We will demonstrate how these solutions are powered by NCD’s ecosystem of non-invasive IIoT sensors. By leveraging diverse inputs—such as CT current transformers, accelerometers, and optical sensors—and utilizing long-range wireless DigiMesh technology, we can capture the “heartbeat” of your machinery. Whether you are looking to extend the lifecycle of your assets or drive continuous improvement on the production line, these templates provide the agnostic, scalable foundation needed to digitize your factory floor.
OEE Production Dashboard Template
This NCD Dashboard template provides a plug-and-play example to monitor OEE (Overall Equipment Effectiveness), Production, Quality, and Machine Uptime using NCD Wireless IoT Sensors and Node-RED.
Hardware Connection Example
This guide demonstrates the functionality of the NCD OEE Dashboard Template using the PR55-87A Machine Uptime Monitoring Sensor (User can configure and use different compatible sensor types).
In this example, the sensor is connected to a machine to capture four distinct signals: real-time status, accumulated uptime, total production count, and rejected unit count. The table below details how each hardware signal correlates to the sensor inputs and the resulting dashboard data.
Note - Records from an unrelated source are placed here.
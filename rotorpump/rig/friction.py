# SPDX-License-Identifier: BSD-3-Clause
"""Friction of the axle."""

from __future__ import annotations

from dataclasses import dataclass

from rotorpump.errors import InputError
from rotorpump.quantities import non_negative


@dataclass(frozen=True)
class AxleFriction:
    """Friction torque that opposes the wheel, -sign(ω) (c + μ a |R|) - b ω - k |ω| ω.

    A standing wheel sticks while the torque on it is at most c + μ a |R|.

    Parameters
    ----------
    viscous : float
        Viscous coefficient b [N m s]. There is no default: friction is the user's decision.
    coulomb : float, optional
        Coulomb torque c [N m].
    quadratic : float, optional
        Quadratic coefficient k [N m s2].
    load : float, optional
        Coefficient μ of the friction that grows with the axle's load |R| [1].
    journal_radius : float, optional
        Radius a at which that friction acts [m]; half the bore of a rolling bearing.

    Raises
    ------
    InputError
        If a coefficient is negative or not finite, or ``load`` is given without a radius.
    """

    viscous: float
    coulomb: float = 0.0
    quadratic: float = 0.0
    load: float = 0.0
    journal_radius: float = 0.0

    def __post_init__(self) -> None:
        for name in ("viscous", "coulomb", "quadratic", "load", "journal_radius"):
            object.__setattr__(self, name, non_negative(name, getattr(self, name)))
        if self.load > 0.0 and self.journal_radius == 0.0:
            rule = "must be greater than 0 where load is given"
            raise InputError("journal_radius", rule, self.journal_radius)

    @property
    def load_arm(self) -> float:
        """Friction torque per load on the axle, μ a [m]."""
        return self.load * self.journal_radius

    @property
    def grows_with_speed(self) -> bool:
        """Whether any part of the friction grows with the wheel's speed by its own law."""
        return self.viscous > 0.0 or self.quadratic > 0.0
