# SPDX-License-Identifier: BSD-3-Clause
"""Axle friction from the type and the bore of its bearings.

Handbook moment of a rolling bearing: M = ½ μ P d, with the load P on the bearing and its bore d.
It holds for good lubrication, a load of about a tenth of the dynamic rating and ordinary speeds
(conditions from memory). The coefficients are typical values; starting may take up to twice as
much, and seals and grease add their own drag, which belongs into the viscous and Coulomb terms.
"""

from __future__ import annotations

from rotorpump.quantities import choice, positive
from rotorpump.rig.friction import AxleFriction

BEARINGS: dict[str, float] = {
    "deep groove ball": 0.0015,
    "angular contact ball, single row": 0.0020,
    "angular contact ball, double row": 0.0024,
    "four-point contact ball": 0.0024,
    "self-aligning ball": 0.0010,
    "cylindrical roller, caged": 0.0011,
    "cylindrical roller, full complement": 0.0020,
    "needle roller, caged": 0.0020,
    "taper roller": 0.0018,
    "spherical roller": 0.0018,
    "toroidal roller": 0.0016,
    "thrust ball": 0.0013,
    "cylindrical roller thrust": 0.0050,
    "needle roller thrust": 0.0050,
}
"""Typical coefficient μ of open rolling bearings by type [1].

Source: SKF, Rolling Bearings (catalogue), page 100.
"""


def bearing_friction(
    kind: str,
    bore: float,
    *,
    viscous: float = 0.0,
    coulomb: float = 0.0,
    quadratic: float = 0.0,
) -> AxleFriction:
    """Return the friction of an axle in rolling bearings.

    Parameters
    ----------
    kind : str
        Type of the bearings, a key of `BEARINGS`.
    bore : float
        Bore of the bearings, d [m].
    viscous, coulomb, quadratic : float, optional
        The other terms of the friction [N m s, N m, N m s2].

    Returns
    -------
    AxleFriction
        With ``load`` μ and ``journal_radius`` d/2, so that the torque per load on the axle is μ d/2
        however the load is shared between the bearings.

    Raises
    ------
    InputError
        If the type is unknown, or a value is out of its range.
    """
    coefficient = BEARINGS[choice("kind", kind, tuple(BEARINGS))]
    return AxleFriction(
        viscous=viscous,
        coulomb=coulomb,
        quadratic=quadratic,
        load=coefficient,
        journal_radius=positive("bore", bore) / 2.0,
    )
| Machine Component | Input Method | Description / Logic | Dashboard Data Point |
|---|---|---|---|
| Main AC Electric Motor | CT Current Probe | Detects the presence of AC current to determine if the machine is ON or OFF. Triggers an immediate state change (Interrupt). | Current Machine Status. (Input_ct) |
| Main AC Electric Motor | CT Current Probe | Measures the duration the AC current is present to calculate the total runtime in seconds. | Machine Uptime in Seconds (ct_input_uptime) |
| Product Output | Photoelectric Sensor | Detects individual units as they pass the sensor and increments the counter. | Production Counter (opto_input_counter) |
| Reject Bin / Station | Contact Closure | Detects a signal (e.g., switch, manual button or reject gate) and increments the counter for each rejected unit. | Rejected Counter (digital_input_counter) |
| NCD Sensor Internal | Real-Time Clock | Provides the timestamp for every data transmission. Essential for calculating downtime duration and logging event history. | Time Reference (rtc) |
The following image illustrates the hardware connection overview between the machine and the NCD Sensor:
- Machine Uptime Monitoring Sensor Datasheet: https://ncd.io/blog/machine-up-time-monitor-datasheet/
NCD Sensors
This flow template supports the following NCD Wireless OEE Sensors:
- PR55-87A – Machine Uptime Monitoring Sensor
- PR63-16A – Machine Runtime Hour Meter
- PR63-10A_PWR – 3-Channel Production Counter
You can use a Single Sensor to handle all signals (Uptime, Production, Rejects) or split the signals across up to three different sensors.
Prerequisites
To successfully follow and implement the steps outlined in this guide, you will need the following components and software:
Hardware:
- An Industrial IoT Wireless Sensor (OEE).
- An Enterprise IIoT Gateway or an Enterprise IIoT Gateway Lite.
- A computer equipped with Wi-Fi or Ethernet connectivity to connect to the Enterprise IIoT Gateway and access Node-RED.
Software:
- Node-RED: (Pre-installed on the Enterprise IIoT Gateway)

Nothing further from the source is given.